Repeat sales appreciation: Gross appreciation figures are based on sale prices only and do not account for capital improvements, renovation costs, carrying costs, closing costs, or financing. These are gross price changes, not net investment returns.
162 Bears Club Drive exact price: The December 2024 sale closed at $15,292,470, the MLS-recorded figure. Prior references in this report to "$15.3M" are rounded for readability; the exact figure is used in the repeat sales analysis.
118 Bears Club Drive: closed February 27, 2026 at $41,000,000. Listed September 2019 at $21.9M, relisted November 2021 at $30M rising to $42M, relisted June 2024 at $42M (withdrawn April 2025), relisted November 2025 at $44M. Sold in 29 days at 93.2% of final list price. The property is 23,029 SF living area, 7BR, built 2010, on 2.91 acres. The 2026 close validates the seller's original 2019 price thesis: the market simply required five years to reach it.
119 Bears Club Drive: The January 2015 close ($5,375,000, 8,251 SF, $651/SF) was included in the MLS dataset but was absent from earlier versions of this analysis due to a data extraction error. It is included in the current dataset and all figures reflect its inclusion.

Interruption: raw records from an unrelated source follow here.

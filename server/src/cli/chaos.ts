import { execFile, spawn, type ChildProcess } from 'node:child_process';
import { randomUUID } from 'node:crypto';
import { mkdtemp, readFile, rm } from 'node:fs/promises';
import { createWriteStream } from 'node:fs';
import path from 'node:path';
import { fileURLToPath } from 'node:url';
import { promisify } from 'node:util';
import { parseArgs } from 'node:util';
import { sql } from 'kysely';
import { SMTPServer } from 'smtp-server';
import { createDb, createPool, type Db } from '@db/database';
import { migrateToLatest } from '@db/migrate';
import { freePort } from '../services/ports';
import { seedDemoIfEmpty } from '@db/demo';
import { DEMO_PASSWORD, demoPeople } from '@db/demo/people';
import { localProjection } from '@shared/geometry';
import { checklist } from '@shared/schemas/inspections';
import { permitStatuses, transitionRules, type PermitAction } from '@shared/schemas/permits';

// `npm run chaos`: Brink under fire on this machine only (127.0.0.1). A throw-away PostgreSQL
// cluster, a mail catcher of its own (counting every message it receives by Message-ID) and Brink
// under `supervise` (docker-less-scripts/lib.sh), as `npm start` runs it. Several clients drive
// permit transitions and inspections over HTTP while the server is killed with SIGKILL at random
// points and PostgreSQL is stopped and started once. Then it checks and prints the invariants and
// exits non-zero when one fails. Bounded in count and time; cleans up after itself.
//
//   npm run chaos                      12 kills, 1,000 transitions, 50 inspections, 4 clients
//   npm run chaos -- --short           2 kills, 100 transitions, 10 inspections (inside npm test)
//   npm run chaos -- --kills 20 --transitions 3000 --inspections 80 --clients 6 --time-limit 900

const root = path.resolve(path.dirname(fileURLToPath(import.meta.url)), '../../..');
const run = promisify(execFile);

const { values: args } = parseArgs({
  options: {
    short: { type: 'boolean', default: false },
    kills: { type: 'string' },
    transitions: { type: 'string' },
    inspections: { type: 'string' },
    clients: { type: 'string' },
    'time-limit': { type: 'string' },
    keep: { type: 'boolean', default: false },
  },
});
const opts = {
  kills: Number(args.kills ?? (args.short ? 2 : 12)),
  transitions: Number(args.transitions ?? (args.short ? 100 : 1000)),
  inspections: Number(args.inspections ?? (args.short ? 10 : 50)),
  clients: Number(args.clients ?? (args.short ? 3 : 4)),
  timeLimitS: Number(args['time-limit'] ?? (args.short ? 170 : 900)),
};
for (const [k, v] of Object.entries(opts)) if (!Number.isInteger(v) || v < 1) fail(`--${k} must be a whole number of at least 1`);
const permitsPerClient = 4;
const started = Date.now();
const deadline = started + opts.timeLimitS * 1000;

function fail(message: string): never {
  console.error(`[chaos] ${message}`);
  process.exit(2);
}
const log = (m: string) => console.log(`[chaos ${((Date.now() - started) / 1000).toFixed(1).padStart(6)} s] ${m}`);
const pause = (ms: number) => new Promise((r) => setTimeout(r, ms));
function overTime(): boolean {
  return Date.now() > deadline;
}

// ------------------------------------------------------------------------------------------------
// The mail catcher: every message received, by Message-ID.

class Catcher {
  readonly received = new Map<string, number>();
  withoutId = 0;
  private server: SMTPServer | null = null;
  async start(port: number) {
    const received = this.received;
    this.server = new SMTPServer({
      authOptional: true,
      disabledCommands: ['STARTTLS', 'AUTH'],
      logger: false,
      onData: (stream, _session, callback) => {
        let head = '';
        stream.on('data', (b: Buffer) => {
          if (head.length < 16_384) head += b.toString('utf8');
        });
        stream.on('end', () => {
          const id = head.split(/\r?\n\r?\n/)[0].match(/^Message-ID:\s*<([^>]+)>/im)?.[1];
          if (id) received.set(id, (received.get(id) ?? 0) + 1);
          else this.withoutId++;
          callback();
        });
      },
    });
    // A sender killed mid-message resets its connection: expected here.
    this.server.on('error', () => undefined);
    await new Promise<void>((resolve) => this.server!.listen(port, '127.0.0.1', resolve));
  }
  async stop() {
    const s = this.server;
    this.server = null;
    if (s) await new Promise<void>((r) => s.close(() => r()));
  }
}

// ------------------------------------------------------------------------------------------------
// PostgreSQL and the supervised server.

const cluster = (...a: string[]) =>
  run('bash', [path.join(root, 'docker-less-scripts/pg-cluster.sh'), ...a], { cwd: root, timeout: 180_000 });

interface Env {
  work: string;
  pgDir: string;
  pgPort: number;
  url: string;
  base: string;
  pidFile: string;
  supervisor: ChildProcess | null;
}

async function currentServerPid(env: Env): Promise<number | null> {
  try {
    const n = Number((await readFile(env.pidFile, 'utf8')).trim());
    return n > 0 ? n : null;
  } catch {
    return null;
  }
}

function isAlive(pid: number): boolean {
  try {
    process.kill(pid, 0);
    return true;
  } catch {
    return false;
  }
}

async function healthy(env: Env): Promise<boolean> {
  try {
    const r = await fetch(`${env.base}/api/health`, { signal: AbortSignal.timeout(3000) });
    return r.status === 200;
  } catch {
    return false;
  }
}

/** Waits until the server answers its health check (bounded by the run's deadline). */
async function waitHealthy(env: Env, what: string): Promise<void> {
  while (!(await healthy(env))) {
    if (overTime()) throw new Error(`time limit reached waiting for ${what}`);
    if (env.supervisor?.exitCode !== null) throw new Error(`the supervisor exited waiting for ${what}`);
    await pause(200);
  }
}

// ------------------------------------------------------------------------------------------------
// HTTP clients (cookies by hand; every change says Brink's Origin).

// eslint-disable-next-line @typescript-eslint/no-explicit-any -- answers of every route, read as the tests read them
type Answer = { status: number; body: any };

class Client {
  cookie = '';
  constructor(
    private readonly base: string,
    readonly email: string,
  ) {}
  async call(method: string, url: string, body?: unknown): Promise<Answer> {
    try {
      const r = await fetch(this.base + url, {
        method,
        headers: {
          origin: this.base,
          ...(body ? { 'content-type': 'application/json' } : {}),
          ...(this.cookie ? { cookie: this.cookie } : {}),
        },
        body: body ? JSON.stringify(body) : undefined,
        signal: AbortSignal.timeout(20_000),
      });
      const set = r.headers.get('set-cookie');
      if (set) this.cookie = set.split(';')[0];
      const text = await r.text();
      let parsed: unknown = text;
      try {
        parsed = JSON.parse(text);
      } catch {
        /* not JSON */
      }
      return { status: r.status, body: parsed };
    } catch (err) {
      return { status: 0, body: String(err) };
    }
  }
  async signIn(): Promise<void> {
    const r = await this.call('POST', '/api/auth/sign-in', { email: this.email, password: DEMO_PASSWORD });
    if (r.status !== 200) throw new Error(`sign-in as ${this.email}: ${r.status} ${JSON.stringify(r.body)}`);
  }
}

/** A call that must go through: retried while the server is down or restarting (never on 4xx). */
async function until(c: Client, method: string, url: string, body?: unknown): Promise<Answer> {
  for (;;) {
    const r = await c.call(method, url, body);
    if (r.status !== 0 && r.status !== 502 && r.status !== 503) return r;
    if (overTime()) throw new Error(`time limit reached on ${method} ${url}`);
    await pause(200);
  }
}

// ------------------------------------------------------------------------------------------------
// The run.

interface Acked {
  permitId: number;
  action: PermitAction;
}

interface World {
  siteId: number;
  siteName: string;
  origin: [number, number];
  excavatorId: number;
  coordinator: Client;
  supervisor: Client;
}

const stats = { acked: [] as Acked[], unknown: 0, refused: 0, inspections: 0, inspectionRetries: 0, kills: 0, pgStops: 0 };

async function makeTrench(w: World, i: number): Promise<number> {
  const proj = localProjection(w.origin);
  const [cx, cy] = [-2000 + i * 80, 1500];
  // the coordinator: design data (support, surcharge, soil) are theirs to set
  const r = await until(w.coordinator, 'POST', `/api/sites/${w.siteId}/excavations`, {
    reference: `CH-${i + 1}-${randomUUID().slice(0, 4)}`,
    name: `Chaos trench ${i + 1}`,
    kind: 'trench',
    geometry: { type: 'LineString', coordinates: [proj.toWgs84([cx - 15, cy]), proj.toWgs84([cx + 15, cy])] },
    width: 1.0,
    depth: 2.4,
    state: 'open',
    supportType: 'hydraulic-frames',
    designSurcharge: 10,
    soil: [{ top: 0, unitWeight: 19, saturatedUnitWeight: 20, frictionAngle: 30, cohesion: 0 }],
  });
  if (r.status !== 201) throw new Error(`excavation: ${r.status} ${JSON.stringify(r.body)}`);
  return r.body.excavation.id;
}

interface PermitState {
  id: number;
  number: string;
  version: number;
  status: string;
}

async function transition(w: World, c: Client, p: PermitState, action: PermitAction, extra: Record<string, unknown> = {}): Promise<Answer> {
  const r = await c.call('POST', `/api/permits/${p.id}/transitions`, { action, version: p.version, ...extra });
  if (r.status === 200) {
    stats.acked.push({ permitId: p.id, action });
    p.version = r.body.permit.version;
    p.status = r.body.permit.status;
  } else if (r.status === 0 || r.status >= 500) {
    stats.unknown++;
  } else {
    stats.refused++;
  }
  if (r.status !== 200) await refresh(w, p);
  return r;
}

async function refresh(w: World, p: PermitState): Promise<void> {
  const r = await until(w.coordinator, 'GET', `/api/permits/${p.id}`);
  if (r.status !== 200) throw new Error(`permit ${p.id}: ${r.status} ${JSON.stringify(r.body)}`);
  p.version = r.body.permit.version;
  p.status = r.body.permit.status;
}

async function livePermit(w: World, excavationId: number, centre: [number, number]): Promise<PermitState> {
  const proj = localProjection(w.origin);
  const now = Date.now();
  const created = await until(w.supervisor, 'POST', '/api/permits', {
    siteId: w.siteId,
    kind: 'load',
    description: 'Excavator loading out beside the chaos trench',
    windowStart: new Date(now - 3600_000).toISOString(),
    windowEnd: new Date(now + 8 * 3600_000).toISOString(),
    excavationIds: [excavationId],
    // the 21 t excavator of the demo library, its near track 4 m from the trench edge
    loads: [
      {
        id: 'exc',
        kind: 'plant',
        label: 'Excavator',
        plantItemId: w.excavatorId,
        position: proj.toWgs84([centre[0], centre[1] + 0.5 + 4 + 0.3 + 1.1]),
        rotation: 90,
      },
    ],
    operatorIds: [],
  });
  if (created.status !== 201) throw new Error(`permit: ${created.status} ${JSON.stringify(created.body)}`);
  const p: PermitState = {
    id: created.body.permit.id,
    number: created.body.permit.number,
    version: created.body.permit.version,
    status: 'draft',
  };
  // Before the chaos starts: these go through first time.
  for (const [c, action, extra] of [
    [w.supervisor, 'submit', {}],
    [w.coordinator, 'approve', { password: DEMO_PASSWORD }],
  ] as const) {
    const r = await transition(w, c, p, action, extra);
    if (r.status !== 200) throw new Error(`${action}: ${r.status} ${JSON.stringify(r.body)}`);
  }
  if (p.status !== 'live') throw new Error(`permit ${p.number} is ${p.status} after approval, not live`);
  return p;
}

function inspectionForm(outcome: 'safe' | 'not-safe'): Record<string, unknown> {
  const items = Object.fromEntries(checklist.map((c) => [c.key, { answer: c.key === 'atmosphere' ? 'na' : 'pass', note: '' }]));
  if (outcome === 'not-safe') items.support = { answer: 'fail', note: 'Frame 3 has slipped 100 mm' };
  return {
    reason: 'shift-start',
    checklist: items,
    outcome,
    ...(outcome === 'not-safe' ? { remarks: 'Frame 3 slipped; keep loads back' } : {}),
    clientRef: randomUUID(),
  };
}

/** Sends one inspection form until it is acknowledged (the same clientRef each time). */
async function inspect(w: World, excavationId: number, outcome: 'safe' | 'not-safe'): Promise<void> {
  const form = inspectionForm(outcome);
  for (let tries = 0; ; tries++) {
    const r = await w.supervisor.call('POST', `/api/excavations/${excavationId}/inspections`, form);
    if (r.status === 201 || r.status === 200) {
      stats.inspections++;
      if (tries) stats.inspectionRetries++;
      return;
    }
    if (r.status !== 0 && r.status < 500) throw new Error(`inspection: ${r.status} ${JSON.stringify(r.body)}`);
    if (overTime()) throw new Error('time limit reached sending an inspection');
    await pause(200);
  }
}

BeachesMLS (Beaches Multiple Listing Service): Primary data source for all transaction records, list prices, sale prices, square footage, bedroom counts, lot sizes, and days on market. Data exported via Spark API, March 2026. MLS records are agent-reported and subject to occasional measurement discrepancies; notable discrepancies are noted in this report.
Palm Beach County Property Appraiser (pbcgov.com/papa): Secondary source for parcel IDs, lot dimensions, legal descriptions, and assessed values where referenced. PAPA data and MLS data occasionally differ on year built and square footage due to different measurement conventions; MLS figures are used for all $/SF calculations in this report.
$/SF definition: All $/SF figures in this report are calculated against MLS "SqFt - Living" (conditioned, enclosed living area) unless otherwise stated. Total SF figures (which include covered outdoor areas, garages, and non-conditioned space) are referenced in narrative context only and are not used for any comparative analysis.
Status codes: C = Closed (completed sale). A = Active listing. E = Expired (listing expired without a sale). L = Withdrawn (seller withdrew the listing). P = Pending (under contract, not yet closed).
Scope exclusions: Trump National Jupiter (formerly Ritz-Carlton Golf Club and Spa), Eagle Tree at Trump National, Bears Club Villas Condominium, and Bears Club Golf Villas Condominium are excluded from all figures. These communities share the Bears Club Drive address corridor but are distinct products with separate HOAs, pricing structures, and market dynamics.